Brief: Copy out, exactly, the first line of the entries below and every line after it through the one containing "const recordBytes = 8 + 2 * CHANNELS + 2;".

Data for analysis:
....

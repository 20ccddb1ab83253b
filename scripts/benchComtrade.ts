/**
 * The COMTRADE steps of `npm run bench`: a binary record written the way a recorder would (1999 layout,
 * int16 values), and the numpy reference that reads the same .dat with numpy.fromfile.
 */
import { createWriteStream, writeFileSync } from 'node:fs';

/** Channels of the bench record: three voltages, three currents, neutral current, residual voltage. */
const CHANNELS = 8;

/**
 * Writes `<base>.cfg` and `<base>.dat`: `rows` records of 8 int16 channels at 10 kS/s, 50 Hz three-phase
 * waveforms with a little harmonic content, and 4 status inputs. Returns the .dat's size in bytes.
 */
export async function writeComtradeBinary(base: string, rows: number): Promise<number> {
  const cfg = [
    'Bench substation,Bench recorder,1999',
    `${CHANNELS + 4},${CHANNELS}A,4D`,
    ...Array.from({ length: CHANNELS }, (_, c) => `${c + 1},${c < 3 || c === 7 ? `V${c}` : `I${c}`},${'ABCABCNN'[c]},Bay 1,${c < 3 || c === 7 ? 'V' : 'A'},0.01,0,0,-32767,32767,1,1,P`),
    ...Array.from({ length: 4 }, (_, d) => `${d + 1},IN${d + 1},,Bay 1,0`),
    '50',
    '1',
    `10000,${rows}`,
    '01/01/2025,00:00:00.000000',
    '01/01/2025,00:00:00.100000',
    'BINARY',
    '1',
  ];
  writeFileSync(`${base}.cfg`, cfg.join('\r\n') + '\r\n');
  const recordBytes = 8 + 2 * CHANNELS + 2;
  const out = createWriteStream(`${base}.dat`);
  const block = 1 << 16;
  for (let start = 0; start < rows; start += block) {
    const n = Math.min(block, rows - start);
    const buf = Buffer.alloc(n * recordBytes);
    for (let k = 0; k < n; k++) {
      const i = start + k;
      const p = k * recordBytes;
      buf.writeUInt32LE(i + 1, p);
      buf.writeUInt32LE(i * 100, p + 4);
      const w = (2 * Math.PI * 50 * i) / 10_000;
      for (let c = 0; c < CHANNELS; c++) {
        const phase = ((c % 3) * 2 * Math.PI) / 3;
        const v = 30000 * Math.sin(w - phase) + 600 * Math.sin(5 * (w - phase)) + ((i * 7919 + c) % 13);
        buf.writeInt16LE(Math.round(c === 6 || c === 7 ? v / 20 : v), p + 8 + 2 * c);
      }
      buf.writeUInt16LE(i > rows / 2 ? 0b0101 : 0, p + 8 + 2 * CHANNELS);
    }
    if (!out.write(buf)) await new Promise<void>((r) => out.once('drain', () => r()));
  }
  await new Promise<void>((r) => out.end(r));
  return rows * recordBytes;
}

/** numpy: read the .dat with fromfile, scale each channel, and compute the same kind of figures and FFT as the CSV reference. */
export const numpyComtradeScript = `
import time, numpy as np, sys
t = time.perf_counter()
rec = np.dtype([('n', '<u4'), ('t', '<u4'), ('a', '<i2', (${CHANNELS},)), ('d', '<u2')])
d = np.fromfile(sys.argv[1], dtype=rec)
for c in range(${CHANNELS}):
    x = d['a'][:, c] * 0.01
    m = x.mean(); r = np.sqrt((x * x).mean()); a = np.abs(x).mean(); p = np.abs(x).max(); s = np.fft.rfft(x)
print(time.perf_counter() - t)
`;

....

Solved exercise:
repository 20ccddb1ab83253b
filename scripts/benchComtrade.ts
/**
 * The COMTRADE steps of `npm run bench`: a binary record written the way a recorder would (1999 layout,
 * int16 values), and the numpy reference that reads the same .dat with numpy.fromfile.
 */
import { createWriteStream, writeFileSync } from 'node:fs';

/** Channels of the bench record: three voltages, three currents, neutral current, residual voltage. */
const CHANNELS = 8;

/**
 * Writes `<base>.cfg` and `<base>.dat`: `rows` records of 8 int16 channels at 10 kS/s, 50 Hz three-phase
 * waveforms with a little harmonic content, and 4 status inputs. Returns the .dat's size in bytes.
 */
export async function writeComtradeBinary(base: string, rows: number): Promise<number> {
  const cfg = [
    'Bench substation,Bench recorder,1999',
    `${CHANNELS + 4},${CHANNELS}A,4D`,
    ...Array.from({ length: CHANNELS }, (_, c) => `${c + 1},${c < 3 || c === 7 ? `V${c}` : `I${c}`},${'ABCABCNN'[c]},Bay 1,${c < 3 || c === 7 ? 'V' : 'A'},0.01,0,0,-32767,32767,1,1,P`),
    ...Array.from({ length: 4 }, (_, d) => `${d + 1},IN${d + 1},,Bay 1,0`),
    '50',
    '1',
    `10000,${rows}`,
    '01/01/2025,00:00:00.000000',
    '01/01/2025,00:00:00.100000',
    'BINARY',
    '1',
  ];
  writeFileSync(`${base}.cfg`, cfg.join('\r\n') + '\r\n');
  const recordBytes = 8 + 2 * CHANNELS + 2;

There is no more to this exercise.